Operational Satellite Gets New Lease on Life

Article By : George Leopold

A robotic repair service extends the life of an active satellite, promising a new era of reusable spacecraft.

An Intelsat satellite launched in 2004 got a new lease on life after a Northrop Grumman subsidiary carried out its second successful on-orbit servicing mission — and its first involving an operational satellite.

SpaceLogistics LLC said its robotic Mission Extension Vehicle-2 (MEV-2) docked with the Intelsat commercial communications satellite in geosynchronous orbit, delivering “life-extension services” that will keep the Intelsat 10-02 spacecraft aloft through the middle of this decade.

The Northrop Grumman unit carried out the world’s first robotic maintenance mission last year. The successful rendezvous and docking last week marks the first time the satellite tender has docked with a functioning spacecraft in geosynchronous orbit.

The Intelsat bird was low on fuel. It will remain docked to the MEV-2 for five years, at which point the service satellite will move on to its next mission.

Last year’s mission boosted the Intelsat IS-901 out of a geosynchronous “graveyard” orbit to restore service in April 2020. MEV-2 docked with Intelsat 10-02 in its operational orbit.

“The success of this mission paves the way for our second generation of servicing satellites and robotics, offering flexibility and resiliency for both commercial and government satellite operators, which can enable entirely new classes of missions,” said Tom Wilson, Northrop Grumman’s vice president of strategic space systems and president of SpaceLogistics.

The revived satellite delivers broadband and media distribution services to Intelsat customers in Europe, the Middle East, Africa and South America, including more than 900 channels to about18 million European households.

“Northrop Grumman’s MEV technology has helped us extend the life of two high-performing satellites,” added Mike Demarco, Intelsat’s chief services officer.

The first MEV mission demonstrated a low-risk mechanical docking system designed to capture and attach to satellite components. Once docked, the servicer controlled the attitude and orbit of the combined vehicle stack.

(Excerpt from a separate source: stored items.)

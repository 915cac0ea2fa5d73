"""Each rule of the field speaks up where it is broken, and keeps quiet where it holds."""

from __future__ import annotations

from dataclasses import replace
from typing import TYPE_CHECKING

import pytest
from tests.proportions.conftest import PROFILES, with_hose, with_printer, with_stage

from gyrecut import pipeline
from gyrecut.findings import Finding, Severity
from gyrecut.profile import load_profile
from gyrecut.proportions import rules
from gyrecut.proportions.printing import Bed

if TYPE_CHECKING:
    from pathlib import Path

    from gyrecut.profile import Profile


def found(profile: Profile) -> dict[str, Finding]:
    return {finding.code: finding for finding in pipeline.design(profile).findings}


def with_dust(profile: Profile, **changes: object) -> Profile:
    return profile.model_copy(update={"dust": profile.dust.model_copy(update=changes)})


@pytest.mark.parametrize("path", sorted(PROFILES.glob("*.yaml")), ids=lambda path: path.stem)
def test_a_shipped_profile_breaks_no_rule(path: Path) -> None:
    assert all(f.severity is Severity.NOTE for f in found(load_profile(path)).values())


def test_slot_that_aims_at_the_finder(luthier: Profile) -> None:
    # the high-throughput shape: b = 0.375 D, and (D - De) / 2 = 0.125 D
    finding = found(
        with_stage(luthier, body_diameter=0.12, proportions="stairmand-high-throughput")
    )
    assert finding["slot-aims-at-finder"].measured == pytest.approx(45.0)
    assert finding["slot-aims-at-finder"].limit == pytest.approx(15.0 - 2.4)
    assert finding["slot-aims-at-finder"].severity is Severity.WARN


def test_finder_that_ends_above_the_slot_floor(luthier: Profile) -> None:
    d = pipeline.design(luthier).stages[0].dimensions
    short = replace(d, finder=replace(d.finder, length_mm=d.slot.height_mm - 1.0))
    assert [f.code for f in rules._slot(short)] == ["finder-above-slot-floor"]  # noqa: SLF001
    assert list(rules._slot(d)) == []  # noqa: SLF001


@pytest.mark.parametrize(
    ("velocity", "code"), [(8.0, "inlet-too-slow"), (30.0, "inlet-too-fast"), (18.0, None)]
)
def test_inlet_velocity_window(luthier: Profile, velocity: float, code: str | None) -> None:
    codes = set(found(with_stage(luthier, inlet_velocity=velocity)))
    window = {"inlet-too-slow", "inlet-too-fast"}
    assert codes & window == ({code} if code else set())


def test_saltation_is_information_only(luthier: Profile) -> None:
    finding = found(luthier)["above-saltation-window"]
    assert finding.severity is Severity.NOTE
    assert finding.measured is not None
    assert finding.measured > 1.36


def test_hose_too_slow_for_the_dust(luthier: Profile) -> None:
    finding = found(with_hose(luthier, nominal="63 mm"))["hose-too-slow"]
    # continuity by hand: 140 m3/h through 63 mm
    assert finding.measured == pytest.approx(140 / 3600 / (3.14159 / 4 * 0.063**2), rel=1e-3)


def test_dust_outlet_against_chips_and_feed(luthier: Profile) -> None:
    chips = found(with_dust(luthier, largest_chip=0.03))["dust-outlet-bridges"]
    assert chips.limit == pytest.approx(90.0)
    flood = found(with_dust(luthier, feed=0.03, bulk_density=20.0))["dust-outlet-too-narrow"]
    assert flood.measured is not None
    assert flood.limit is not None
    assert flood.measured < flood.limit


def test_transition_that_widens_fast(luthier: Profile) -> None:
    low = with_printer(luthier, build_volume=(0.22, 0.22, 0.14))
    assert found(low)["transition-widens-fast"].limit == pytest.approx(15.0)


def test_walls_too_thin_for_laps(joinery: Profile) -> None:
    thin = joinery.model_copy(update={"walls": joinery.walls.model_copy(update={"body": 0.002})})
    finding = found(thin)["lap-too-thin"]
    assert finding.severity is Severity.STOP
    assert finding.measured == pytest.approx((2.0 - 0.25) / 2)


def test_piece_printed_whole_that_does_not_fit(luthier: Profile) -> None:
    d = pipeline.design(luthier).stages[0].dimensions
    roomy = Bed(width_mm=210.0, depth_mm=210.0, height_mm=245.0)
    narrow, low = replace(roomy, depth_mm=85.0), replace(roomy, height_mm=60.0)
    assert list(rules._round_pieces(d, roomy)) == []  # noqa: SLF001
    (wide, *_), tall = rules._round_pieces(d, narrow), list(rules._round_pieces(d, low))  # noqa: SLF001
    assert (wide.code, wide.severity, wide.where) == ("piece-too-large", Severity.STOP, "diameter")
    assert {finding.part for finding in tall} == {"vortex finder", "outlet"}


@pytest.mark.parametrize(
    ("limit", "value", "unit"),
    [
        ("pressure_drop", 500.0, "Pa"),
        ("height", 0.5, "mm"),
        ("cut_size", 1e-6, "um"),
        ("pieces", 3, ""),
    ],
)
def test_the_profiles_own_limits(luthier: Profile, limit: str, value: float, unit: str) -> None:
    limits = luthier.limits.model_copy(update={limit: value})
    finding = found(luthier.model_copy(update={"limits": limits}))[
        f"over-limit-{limit.replace('_', '-')}"
    ]
    assert finding.severity is Severity.STOP
    assert finding.unit == unit
    assert finding.measured is not None
    assert finding.limit is not None
    assert finding.measured > finding.limit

MEV-2 was launched by an Ariane 5 rocket in August 2020, gingerly approaching the Intelsat spacecraft over a period of weeks to calibrate systems before docking. Several attempts to dock were reportedly conducted before MEV-2 closed in for capture on April 12.

Intelsat 10-02 as seen by MEV-2. (Source: Northrop Grumman)

Last year, the Defense Advanced Research Projects Agency named SpaceLogistics a commercial partner for its Robotic Servicing of Geosynchronous Satellites program. The effort includes on-orbit repair, assembly, inspections and satellite relocation.

The DARPA contract also calls for Northrop Grumman to design “mission extension pods” that would augment the propulsion systems on aging satellites to extend operations by as much as six years.

DARPA is aiming to launch a repair satellite by the end of 2022.

Along with service extension missions that would help reduce the number of dead satellites, efforts are also underway to tackle the growing problem of space junk. A demonstration mission launched in March will attempt to capture orbital debris. ELSA-d, as in End-of-Life-Services by Astroscale, a U.K.-based orbital trash hauler, will seek to de-orbit dead satellites and other space junk that would burn up when reentering the atmosphere.

The celestial traffic jam grows worse by the week, with companies like SpaceX lofting dozens of Starlink broadband Internet satellites per launch. News of the ELSA-d demonstration elicited words of encouragement from one veteran space traveler: “I hope this works,” tweeted Apollo 11 command module pilot Michael Collins.